• Samsung Asset Management Hong Kong is launching a Bitcoin Futures Active ETF on the Hong Kong stock market on January 13th.
• The ETF seeks to provide exposure to Bitcoin’s value by investing in Bitcoin futures products listed on the Chicago Mercantile Exchange.
• Both retail and institutional investors will be able to gain access to the ETF.
Samsung Asset Management Hong Kong (SAMHK) has announced that it will be launching a Bitcoin Futures Active ETF on the Hong Kong stock market on January 13th. The ETF will be a sub-fund of the Samsung ETFs Trust III, an umbrella unit trust established under Hong Kong law.
The ETF will aim to provide economic exposure to Bitcoin’s value by investing in Bitcoin futures products listed on the Chicago Mercantile Exchange (CME). By investing in these CME-listed futures products, the ETF will provide investors with access to the value of Bitcoin without the need to purchase and store actual Bitcoin.
The ETF will be open to both retail and institutional investors, making it accessible to a wide range of investors. This will provide retail investors with the opportunity to gain exposure to Bitcoin without the need to purchase and store actual Bitcoin, while also providing institutional investors with access to an ETF-based product that provides exposure to Bitcoin.

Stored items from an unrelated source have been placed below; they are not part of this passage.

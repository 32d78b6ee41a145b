"""The review as one HTML file: offline, printable, readable without script, in light and dark.

The document says what is on the page, charts and drawing give its pictures, page.html.j2 the markup. All text goes
through the escaper of jinja2; only the SVG of this room is put in as it is.
"""

from __future__ import annotations

import re
from collections.abc import Callable
from importlib.resources import files
from typing import TYPE_CHECKING

from msgspec import Struct

from tauledger.record import Review
from tauledger.report.blocks import Picture
from tauledger.report.charts.style import PALETTE
from tauledger.report.cursor import cursor
from tauledger.report.document import Document, document
from tauledger.report.layout import BEFORE_A_UNIT
from tauledger.report.terms import unexplained

if TYPE_CHECKING:
    from jinja2 import Template
    from markupsafe import Markup

_MINUS = re.compile(r"(?<![\w.⁻-])-(?=\d)")
# The symbols of the trade, not the names of the user: "f_H", "C_μ", "r_π", "R_E", but not "v_in".
_SYMBOL = re.compile(
    r"(?<![\w.])(d?[CIVRrfgQ]|G(?=_m))_(H|L|T|u|C|D|E|B|G|S|CE|DS|GS|Th|o|b|e|c|s|d|m|π|μ|bx|be|bc|ds|gs|gd|sb|db|gb|mb|sub)"
    r"(?!\w)"
)
_COEFFICIENT = re.compile(r"\b([ab])([₁₂])")


class Drawn(Struct, frozen=True):
    """One picture as SVG with a heading of its own, empty where it has none."""

    heading: str
    svg: str


def to_html(review: Review, *, tell: Callable[[str], None] = lambda _: None) -> bytes:
    """Give the review as one HTML file in UTF-8; equal reviews give equal bytes.

    tell: is told what is being drawn, for a line of progress.
    """
    page = document(review)
    pictures: dict[str, tuple[Drawn, ...]] = {}
    for section in page.sections:
        for block in section.blocks:
            if isinstance(block, Picture):
                tell(f"drawing: {section.title.lower()}")
                pictures[block.name] = _pictures(block.name, review)
    moving = cursor(review)
    text = template("page.html.j2").render(
        page=page,
        review=review,
        pictures=pictures,
        terms=_terms(page),
        style=style(),
        cursor=moving,
        script=read("page.js") if moving is None else f"{read('page.js')}{read('cursor.js')}{moving.data});\n",
        kind=lambda block: type(block).__name__,
    )
    # A path may hold bytes that are no text; they are shown as such.
    return text.encode(errors="backslashreplace")


def template(name: str) -> Template:
    """Give a template of this room, every text in it escaped."""
    from jinja2 import Environment, StrictUndefined

    environment = Environment(autoescape=True, undefined=StrictUndefined, trim_blocks=True, lstrip_blocks=True)
    environment.filters["typeset"] = typeset
    return environment.from_string(read(name))


def read(name: str) -> str:
    """Give a file that ships with this room."""
    return files("tauledger.report").joinpath(name).read_text(encoding="utf-8")


def style() -> str:
    """Give the style sheet with the palette as variables, light first, dark where the reader's system asks for it."""
    light = "".join(f"--{name}: {colors[0]}; " for name, colors in PALETTE.items())
    dark = "".join(f"--{name}: {colors[1]}; " for name, colors in PALETTE.items())
    return read("page.css").replace("/* light */", light.strip()).replace("/* dark */", dark.strip())


def typeset(text: str) -> Markup:
    """Escape a text, set a minus as one, a symbol with its subscript, and keep a number with its unit."""
    from markupsafe import Markup, escape

    joined = BEFORE_A_UNIT.sub("\u00a0", _MINUS.sub("−", text))
    symbols = _SYMBOL.sub(r"\1<sub>\2</sub>", str(escape(joined)))
    return Markup(_COEFFICIENT.sub(lambda found: f"<i>{found[1]}</i><sub>{'₁₂'.index(found[2]) + 1}</sub>", symbols))


def subscripted(svg: str) -> str:
    """Set symbols with their subscripts in the texts of a picture."""
    lowered = '\\1<tspan class="sub" dy="0.25em">\\2</tspan><tspan dy="-0.19em">\u200b</tspan>'

    def words(found: re.Match[str]) -> str:
        return f"{found.group(1)}{_SYMBOL.sub(lowered, _MINUS.sub('−', found.group(2)))}</text>"

    return re.sub(r"(<text[^>]*>)([^<]*)</text>", words, svg)


def _terms(page: Document) -> dict[str, tuple[tuple[str, str], ...]]:
    explained: set[str] = set()
    return {section.key: unexplained(section.terms, explained) for section in page.sections}


def _pictures(name: str, review: Review) -> tuple[Drawn, ...]:
    if name == "stages":
        from tauledger.report.drawing.stage import drawn_stages

        return tuple(Drawn(heading, subscripted(svg)) for heading, svg in drawn_stages(review))
    from tauledger.report.charts.bars import share_chart, time_chart
    from tauledger.report.charts.bode import bode_chart
    from tauledger.report.charts.plane import plane_chart
    from tauledger.report.charts.way import way_chart

    if name == "plane":
        both = plane_chart(review)
    else:
        from tauledger.report.charts.impedance import impedance_chart
        from tauledger.report.charts.loop import loop_chart

        charts = {"time": time_chart, "shares": share_chart, "way": way_chart, "bode": bode_chart, "loop": loop_chart}
        charts["impedance"] = impedance_chart
        draw = charts[name]
        both = draw(review).replace('class="chart"', 'class="chart wide"', 1)
        both += draw(review, narrow=True)
    return (Drawn("", subscripted(both)),) if both else ()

The launch of the ETF is expected to provide a boost to the Bitcoin market in Hong Kong, as well as provide more options for investors looking to gain exposure to Bitcoin. The ETF will also allow investors to gain exposure to the value of Bitcoin without the need to purchase and store actual Bitcoin, providing a more cost-effective way for investors to gain exposure to the digital currency.
Overall, the launch of the Samsung Bitcoin Futures Active ETF is expected to provide more options for investors looking to gain exposure to Bitcoin, as well as provide a boost to the Bitcoin market in Hong Kong. The ETF will also provide retail and institutional investors with the opportunity to gain exposure to the value of Bitcoin without the need to purchase and store actual Bitcoin, making it a more cost-effective option for investors.